[Input data]
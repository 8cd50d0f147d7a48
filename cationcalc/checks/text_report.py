"""The check report as Markdown-friendly text: per set, then the trend table, the rate set, the sources.

Example
-------
>>> from cationcalc.checks.text_report import short_source
>>> short_source("Houle, F. A.; Beauchamp, J. L. J. Am. Chem. Soc. 1979, 101, 4067 (read from the table)")
'Houle, F. A.; Beauchamp, J. L. J. Am. Chem. Soc. 1979, 101, 4067'
"""

from __future__ import annotations

import re


def short_source(source: str) -> str:
    """The citation without the verification remarks, e.g. 'Houle, F. A.; ... 1979, 101(15), 4067'."""
    text = source.split(" (")[0].split("; also tabulated")[0].strip().rstrip(",;")
    if not re.search(r"\d{4}", text):  # the citation itself is inside the brackets: keep everything
        text = source
    parts = text.split("; ")
    if len(text) > 110 and len(parts) > 3:  # long author list: first author et al. and the journal
        m = re.search(r"\b(?:J\.|Chem\.|Angew\.|Org\.|Eur\.|Phys\.) .*", parts[-1])
        if m:
            text = f"{parts[0]} et al. {m.group(0)}"
    return text if len(text) <= 110 else text[:107] + "..."


def format_report(report: dict) -> str:
    """The check report as Markdown-friendly text: per set, then the trend table, then the sources."""
    lines = [f"# cationcalc check — {report['level']} (cationcalc {report['version']}"
             f"{', quick subset' if report['quick'] else ''})", ""]
    sources: dict[str, set] = {}
    for key, s in report["sets"].items():
        for e in s["entries"]:
            sources.setdefault(e["source"], set()).add(key)
        lines += _set_lines(key, s)
    if report.get("skipped"):
        lines.append(f"not in this run (--quick keeps the cheap sets): {', '.join(report['skipped'])}")
        lines.append("")
    lines += _trend_lines(report)
    if report.get("kinetics"):
        from cationcalc.checks.rates import format_rate_checks

        lines.extend(format_rate_checks(report["kinetics"]))
        if report["kinetics"].get("plot"):
            lines.append(f"plot: {report['kinetics']['plot']}")
        lines.append("")
    lines.append("## experimental sources")
    for src, keys in sources.items():
        lines.append(f"- [{', '.join(sorted(keys))}] {src}")
    lines.append("")
    lines.append(f"elapsed {report['elapsed_s']} s with {report['workers']} worker(s)")
    return "\n".join(lines)


def _set_lines(key: str, s: dict) -> list[str]:
    """One set: its statistics, the entries not computed or left out, its note and plot."""
    lines = [f"## {s['title']} [{key}] — {s['level']}"]
    lines += _absolute_lines(s) if s["kind"] == "absolute" else _correlation_lines(s)
    for e in s["entries"]:
        if e.get("error"):
            lines.append(f"  not computed: {e['name']}: {e['error']}")
    for e in s["entries"]:
        if e.get("excluded_reason"):
            lines.append(f"  left out at run time: {e['name']}: {e['excluded_reason']}")
    for e in s.get("excluded", []):
        lines.append(f"  not in the set: {e['name']}: {e['reason']}")
    if s.get("note"):
        lines.append(f"note: {s['note']}")
    if s.get("plot"):
        lines.append(f"plot: {s['plot']}")
    lines.append("")
    return lines


def _absolute_lines(s: dict) -> list[str]:
    """Raw, LOO-calibrated and stored-calibration errors, per class group, worst five."""
    raw = s["raw"]
    lines = [f"n = {raw['n']} (anchor tert-butyl excluded); errors = computed − experiment, kcal/mol"]
    if raw["n"]:
        lines.append(f"raw:                 MAE {raw['mae']:.1f}  RMSE {raw['rmse']:.1f}  max {raw['max']:.1f}  "
                     f"mean {raw['mean']:+.1f}")
    if s.get("loo"):
        loo, fit = s["loo"], s["fit"]
        lines.append(f"calibrated (LOO):    MAE {loo['mae']:.1f}  RMSE {loo['rmse']:.1f}  max {loo['max']:.1f}  "
                     f"mean {loo['mean']:+.1f}   [HIA_exp ≈ {fit['a']:.3f}·HIA_calc {fit['b']:+.1f}]")
    if s.get("stored_calibration"):
        st = s["stored_calibration"]
        lines.append(f"stored calibration {st['id']} (a {st['a']:.3f}, b {st['b']:+.1f}, n {st['n']}) applied: "
                     f"MAE {st['applied']['mae']:.1f}  RMSE {st['applied']['rmse']:.1f} (in-sample when the "
                     f"data are the fit data; LOO RMSE {st['loo_rmse']:.1f})")
    if s.get("groups"):
        lines.append("per class group (raw mean / raw RMS / LOO RMS, kcal/mol):")
        for g, st in s["groups"].items():
            lines.append(f"  {g:<22} n {st['n']}  {st['raw']['mean']:+6.1f} / {st['raw']['rmse']:5.1f} / "
                         f"{st['loo']['rmse']:5.1f}   ({', '.join(st['names'])})")
    lines.append("worst five (raw residual):")
    for w in s["worst"]:
        lines.append(f"  {w['name']:<34} calc {w['calc']:7.1f}  exp {w['exp']:6.1f}  {w['residual']:+6.1f}"
                     f"  [{short_source(w['source'])}; {w['status']}]")
    return lines


def _correlation_lines(s: dict) -> list[str]:
    """Slope, intercept, r, Spearman ρ (ρ⁺ or the ideal slope where they apply), the sign, worst five."""
    if s.get("r") is None:
        return [f"n = {s['n']}: too few points for a correlation"]
    extra = ""
    if s.get("rho_plus") is not None:
        extra = f"  ρ⁺ {s['rho_plus']:+.1f}"
    if s.get("ideal_slope") is not None:
        extra = f"  (ideal slope {s['ideal_slope']:.2f})"
    lines = [f"n = {s['n']}: slope {s['slope']:+.2f} kcal/mol per unit, intercept {s['intercept']:+.1f}, "
             f"r {s['r']:+.3f}, Spearman ρ {s['spearman_rho']:+.3f}{extra}; expected sign "
             f"{'+' if s['expected_sign'] > 0 else '−'}: {'ok' if s['sign_ok'] else 'WRONG'}"]
    if s.get("calibrated_slope") is not None:
        lines.append(f"after calibration ({s['calibration_id']}): slope {s['calibrated_slope']:+.2f}"
                     + (f", ρ⁺ {s['rho_plus'] * s['calibrated_slope'] / s['slope']:+.1f}"
                        if s.get("rho_plus") is not None else "") + "; r and ρ unchanged (linear map)")
    lines.append(f"worst five (experiment − line from computed, in units of {s['experiment']}):")
    for w in s["worst"]:
        lines.append(f"  {w['name']:<34} calc {w['calc']:8.2f}  exp {w['exp']:+7.2f}  {w['residual']:+6.2f}"
                     f"  [{short_source(w['source'])}; {w['status']}]")
    return lines


def _trend_lines(report: dict) -> list[str]:
    """The trend table, what calibration does to it, and each check's source."""
    lines = ["## trend checks", "| check | expectation | computed (kcal/mol) | experiment | verdict |",
             "|---|---|---|---|---|"]
    for t in report["trends"]:
        verdict = "n/a" if t["passed"] is None else ("PASS" if t["passed"] else "FAIL")
        lines.append(f"| {t['check']} | {t['expectation']} | {t['computed']} | {t['experiment']} | {verdict} |")
    lines.append("")
    a = report["sets"].get("gas_hia", {}).get("fit", {}).get("a")
    if a is not None and a > 0:
        lines.append(f"After calibration (HIA_exp ≈ a·HIA_calc + b, a = {a:.3f} > 0) every HIA order above is kept, so "
                     "each HIA verdict is the same; computed gaps scale by a (isomer enthalpies are not calibrated).")
    for t in report["trends"]:
        lines.append(f"- {t['check']}: source {t['source']}; status {t.get('status', 'read')}"
                     + (f"; {t['note']}" if t["note"] else ""))
    lines.append("")
    return lines


__all__ = ["format_report", "short_source"]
[/Input data]
◆ **Exercise instructions**
The records are given above. Copy each line in them that holds "kinetics".

◆ **Response to this task**
    if report.get("kinetics"):
        lines.extend(format_rate_checks(report["kinetics"]))
        if report["kinetics"].get("plot"):
            lines.append(f"plot: {report['kinetics']['plot']}")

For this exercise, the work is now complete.